#### [MATERIAL FOR THIS TASK]
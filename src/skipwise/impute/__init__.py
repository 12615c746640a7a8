"""Imputation and the classic ways of handling missing data.

- :mod:`~skipwise.impute.classic` — listwise deletion, dropping variables, pairwise
  covariance / correlation, mean / median / mode fills
- :mod:`~skipwise.impute.hotdeck` — random and nearest-neighbour donors within classes
- :mod:`~skipwise.impute.model` — regression with residual draws, PMM, logistic, multinomial
- :mod:`~skipwise.impute.chained` — multiple imputation by chained equations
- :mod:`~skipwise.impute.combine` — Rubin's rules with Barnard–Rubin degrees of freedom
- :mod:`~skipwise.impute.skipaware` — imputation that keeps the questionnaire's routing
- :mod:`~skipwise.impute.plan` — the imputation plan file

Caution: imputation does not repair data missing not at random (MNAR).
"""

from skipwise.impute.classic import (DropResult, ListwiseResult, PairwiseResult, drop_variables,
                                     listwise_delete, pairwise_corr, pairwise_cov, simple_impute)
from skipwise.impute.combine import PooledEstimate, pool_means, pool_ols, pool_proportions, rubin_pool
from skipwise.impute.hotdeck import CollapseRecord, HotDeckResult, hotdeck
from skipwise.impute.chained import ChainedResult, chained_impute
from skipwise.impute.model import model_impute
from skipwise.impute.plan import ImputePlan, OutputSpec, check_plan, load_plan
from skipwise.impute.result import MNAR_CAUTION, ImputationResult
from skipwise.impute.skipaware import ItemRule, SkipAwareResult, SkipAwareSpec, impute_skipaware

__all__ = [
    "listwise_delete", "drop_variables", "pairwise_cov", "pairwise_corr", "simple_impute",
    "ListwiseResult", "DropResult", "PairwiseResult", "hotdeck", "HotDeckResult", "CollapseRecord",
    "model_impute", "chained_impute", "ChainedResult", "rubin_pool", "pool_means", "pool_proportions", "pool_ols",
    "PooledEstimate", "impute_skipaware", "SkipAwareSpec", "ItemRule", "SkipAwareResult",
    "load_plan", "check_plan", "ImputePlan", "OutputSpec", "ImputationResult", "MNAR_CAUTION",
]
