# -- SPSS ---------------------------------------------------------------------------------------
def _spss_missing(col: str, p: _Prepared, meta: SurveyMeta, path: Path, problems: list[Problem]) -> list | None:
    """User-missing declaration for one SPSS variable, within SPSS's limits.

    SPSS allows up to three discrete values, or one range, or one range plus one
    discrete value; text variables take up to three discrete values of at most
    eight bytes [memory: SPSS Command Syntax Reference, MISSING VALUES].
    """
    discrete = list(dict.fromkeys(normalize_value(v) for v in meta.missing_values.get(col, [])))
    ranges = [(float(lo), float(hi)) for lo, hi in meta.missing_ranges.get(col, [])]
    if not discrete and not ranges:
        return None
    kind = p.kinds[col]
    letters = [v for v in discrete if isinstance(v, str) and _STATA_LETTER.fullmatch(v)]
    if kind != "text" and letters:
        _note(f"{col}: Stata extended-missing letters {letters} have no SPSS equivalent and were not declared")
        discrete = [v for v in discrete if v not in letters]
    if kind == "text":
        bad = [v for v in discrete if not isinstance(v, str) or len(v.encode("utf-8")) > 8]
        if ranges or bad or len(discrete) > 3:
            problems.append(_problem(path, "SPSS text variables take at most 3 user-missing values, each a "
                                           f"text of at most 8 bytes (got {discrete + ranges})", item=col,
                                     hint="shorten or drop some missing-value declarations"))
            return None
        return discrete
    if kind not in ("number",):
        problems.append(_problem(path, f"user-missing values on a {kind} column cannot be stored", item=col,
                                 hint="drop them from the metadata"))
        return None
    bad = [v for v in discrete if isinstance(v, (str, bool)) or not isinstance(v, (int, float))]
    if bad:
        problems.append(_problem(path, f"user-missing values {bad} are not numbers", item=col,
                                 hint="numeric variables take numeric missing codes only"))
        return None

    def in_ranges(v: float) -> bool:
        return any(lo <= v <= hi for lo, hi in ranges)

    discrete = [v for v in discrete if not in_ranges(v)]
    if (not ranges and len(discrete) <= 3) or (len(ranges) == 1 and len(discrete) <= 1):
        return discrete + [{"lo": lo, "hi": hi} for lo, hi in ranges]
    ends = [float(v) for v in discrete] + [x for r in ranges for x in r]
    lo, hi = min(ends), max(ends)
    values = p.frame[col].astype(float)
    declared = values.isin(discrete)
    for r_lo, r_hi in ranges:
        declared |= values.between(r_lo, r_hi)
    caught = pd.unique(values[values.between(lo, hi) & ~declared])
    labelled = [k for k in meta.value_labels.get(col, {})
                if isinstance(k, (int, float)) and lo <= k <= hi and k not in discrete and not in_ranges(k)]
    if len(caught) or labelled:
        shown = sorted({normalize_value(v) for v in caught} | {normalize_value(k) for k in labelled})[:10]
        problems.append(_problem(
            path, f"{len(discrete)} discrete user-missing values and {len(ranges)} ranges exceed SPSS's limit "
                  "(3 values, or 1 range + 1 value), and the covering range "
                  f"[{normalize_value(lo)}, {normalize_value(hi)}] would also catch the valid values {shown}",
            item=col, hint="declare fewer codes, or recode the special codes into one block of adjacent values"))
        return None
    _note(f"{col}: SPSS allows at most 3 discrete user-missing values; wrote the range "
          f"[{normalize_value(lo)}, {normalize_value(hi)}] covering {discrete + ranges}")
    return [{"lo": lo, "hi": hi}]


def _prepare_sav(df: pd.DataFrame, meta: SurveyMeta, path: Path, fmt: str) -> _Job:
    import pyreadstat

    problems = _check_names(df, path, fmt)
    p = _prepare_columns(df, meta, path, problems, ext_missing_ok=False)
    labels: dict[str, dict] = {}
    for col, vl in meta.value_labels.items():
        kind = p.kinds.get(col)
        want = str if kind == "text" else (int, float)
        keys = [normalize_value(k) for k in vl]
        bad = [k for k in keys if isinstance(k, bool) or not isinstance(k, want)]
        if kind in ("date", "datetime") or bad:
            problems.append(_problem(path, f"value labels with keys {bad or keys} do not fit this {kind} column",
                                     item=col, hint="label keys must be stored values of the column's type"))
            continue
        labels[col] = dict(zip(keys, vl.values()))
    missing = {}
    for col in p.frame.columns:
        spec = _spss_missing(col, p, meta, path, problems)
        if spec:
            missing[col] = spec
    formats = {}
    for col, kind in p.kinds.items():
        f = meta.formats.get(col, "")
        if (kind == "number" and _SPSS_NUM_FORMAT.fullmatch(f)) or (
                kind == "date" and _SPSS_DATE_FORMAT.fullmatch(f)) or (
                kind == "datetime" and _SPSS_DATETIME_FORMAT.fullmatch(f)):
            formats[col] = f
        elif kind == "date":
            formats[col] = "DATE11"
    if problems:
        raise SkipwiseError(problems)
    measure = {c: v for c, v in meta.measure.items() if v in _SPSS_MEASURES}

    def job(tmp: Path) -> None:
        pyreadstat.write_sav(
            p.frame, str(tmp), file_label=meta.file_label or "", compress=(fmt == "zsav"),
            column_labels={c: lab for c, lab in meta.column_labels.items() if lab},
            variable_value_labels=labels or None, missing_ranges=missing or None,
            variable_measure=measure or None, variable_format=formats or None,
        )
    return job


# -- Stata --------------------------------------------------------------------------------------
def _prepare_dta(df: pd.DataFrame, meta: SurveyMeta, path: Path, fmt: str) -> _Job:
    import pyreadstat

    problems = _check_names(df, path, fmt)
    p = _prepare_columns(df, meta, path, problems, ext_missing_ok=True)
    labels: dict[str, dict] = {}
    for col, vl in meta.value_labels.items():
        kind = p.kinds.get(col)
        if kind not in ("number", "extmiss"):
            problems.append(_problem(path, f"Stata value labels need a numeric column, not a {kind} column",
                                     item=col, hint="recode the text into numeric codes, or drop its labels"))
            continue
        out: dict = {}
        for k, lab in vl.items():
            k = normalize_value(k)
            if isinstance(k, str) and _STATA_LETTER.fullmatch(k):
                out[k[1:]] = lab
            elif isinstance(k, int) and not isinstance(k, bool) and _STATA_LABEL_MIN <= k <= _STATA_LABEL_MAX:
                out[k] = lab
            else:
                problems.append(_problem(path, f"value label key {k!r} cannot be stored in Stata "
                                               "(keys must be whole numbers or .a-.z)", item=col,
                                         hint="recode the value to a whole number, or drop its label"))
        labels[col] = out
    user: dict[str, list[str]] = {}
    for col, kind in p.kinds.items():
        declared = meta.missing_values.get(col, [])
        letters = {v[1:] for v in declared if isinstance(v, str) and _STATA_LETTER.fullmatch(v)}
        others = [v for v in declared if not (isinstance(v, str) and _STATA_LETTER.fullmatch(v))]
        if others or meta.missing_ranges.get(col):
            _note(f"{col}: Stata has no user-missing declaration for ordinary values; "
                  f"{others + meta.missing_ranges.get(col, [])} stay plain values (their value labels are kept)")
        letters |= p.letters.get(col, set())
        if letters and kind == "text":
            problems.append(_problem(path, "extended missing letters cannot be declared on a text column",
                                     item=col, hint="drop them from the metadata"))
        elif letters:
            user[col] = sorted(letters)
    formats = {c: f for c, f in p.stata_formats.items()}
    for col, kind in p.kinds.items():
        f = meta.formats.get(col, "")
        if kind == "number" and _STATA_NUM_FORMAT.fullmatch(f):
            formats[col] = f
    if problems:
        raise SkipwiseError(problems)

    def job(tmp: Path) -> None:
        pyreadstat.write_dta(
            p.frame, str(tmp), file_label=meta.file_label or "",
            column_labels={c: lab for c, lab in meta.column_labels.items() if lab},
            variable_value_labels=labels or None, missing_user_values=user or None,
            variable_format=formats or None,
        )
    return job


# -- data-only and Parquet ----------------------------------------------------------------------
def _plain_frame(df: pd.DataFrame) -> pd.DataFrame:
    out = df.copy(deep=False)
    out.attrs = {}
    for col in out.columns:
        if isinstance(out[col].dtype, pd.DatetimeTZDtype):
            out[col] = out[col].dt.tz_localize(None)
    return out


def _prepare_csv(df: pd.DataFrame, meta: SurveyMeta, path: Path, fmt: str) -> _Job:
    problems = _check_names(df, path, fmt)
    if problems:
        raise SkipwiseError(problems)
    frame = _plain_frame(df)
    return lambda tmp: frame.to_csv(tmp, index=False, encoding="utf-8")


def _prepare_xlsx(df: pd.DataFrame, meta: SurveyMeta, path: Path, fmt: str) -> _Job:
    problems = _check_names(df, path, fmt)
    # Sheet size limits [memory: Office Open XML spreadsheet limits, 1,048,576 x 16,384].
    if len(df) + 1 > 1_048_576 or df.shape[1] > 16_384:
        problems.append(_problem(path, f"{len(df):,} rows x {df.shape[1]:,} columns do not fit one sheet",
                                 hint="write .parquet, .sav or .dta instead"))
    if problems:
        raise SkipwiseError(problems)
    frame = _plain_frame(df)
    return lambda tmp: frame.to_excel(tmp, index=False, engine="openpyxl")


def _prepare_parquet(df: pd.DataFrame, meta: SurveyMeta, path: Path, fmt: str) -> _Job:
    import pyarrow as pa
    import pyarrow.parquet as pq

    problems = _check_names(df, path, fmt)
    if problems:
        raise SkipwiseError(problems)
    frame = _plain_frame(df)
    mixed: list[str] = []
    for col in frame.columns:
        s = frame[col]
        if s.dtype != object or pd.api.types.infer_dtype(s, skipna=True) not in ("mixed", "mixed-integer"):
            continue
        num = pd.to_numeric(s, errors="coerce")
        rest = s.notna() & num.isna()
        if s[rest].astype(str).str.fullmatch(_STATA_LETTER.pattern).all():
            # Arrow columns hold one type: numbers mixed with ".a" letters are kept as text
            # (shortest round-trip repr of each float) and restored by read_survey.
            text = num.map(repr, na_action="ignore").astype(object)
            text[rest] = s[rest]
            frame[col] = text.where(s.notna(), None)
            mixed.append(col)
    try:
        table = pa.Table.from_pandas(frame, preserve_index=None)
    except (pa.ArrowInvalid, pa.ArrowTypeError, pa.ArrowNotImplementedError) as exc:
        raise SkipwiseError(_problem(path, f"the data cannot be stored in Parquet ({exc})",
                                     hint="make each column hold one type of value")) from None
    extra = {META_KEY: meta.to_json().encode("utf-8")}
    if mixed:
        extra[MIXED_KEY] = json.dumps(mixed).encode("utf-8")
    table = table.replace_schema_metadata({**(table.schema.metadata or {}), **extra})
    return lambda tmp: pq.write_table(table, tmp)


_PREPARE: dict[str, Callable[[pd.DataFrame, SurveyMeta, Path, str], _Job]] = {
    "sav": _prepare_sav, "zsav": _prepare_sav, "dta": _prepare_dta,
    "csv": _prepare_csv, "xlsx": _prepare_xlsx, "parquet": _prepare_parquet,
}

#### [AIM OF THE EXERCISE]
Reproduce every line above that contains the string "shown".

#### [THE ANSWER]
        shown = sorted({normalize_value(v) for v in caught} | {normalize_value(k) for k in labelled})[:10]
                  f"[{normalize_value(lo)}, {normalize_value(hi)}] would also catch the valid values {shown}",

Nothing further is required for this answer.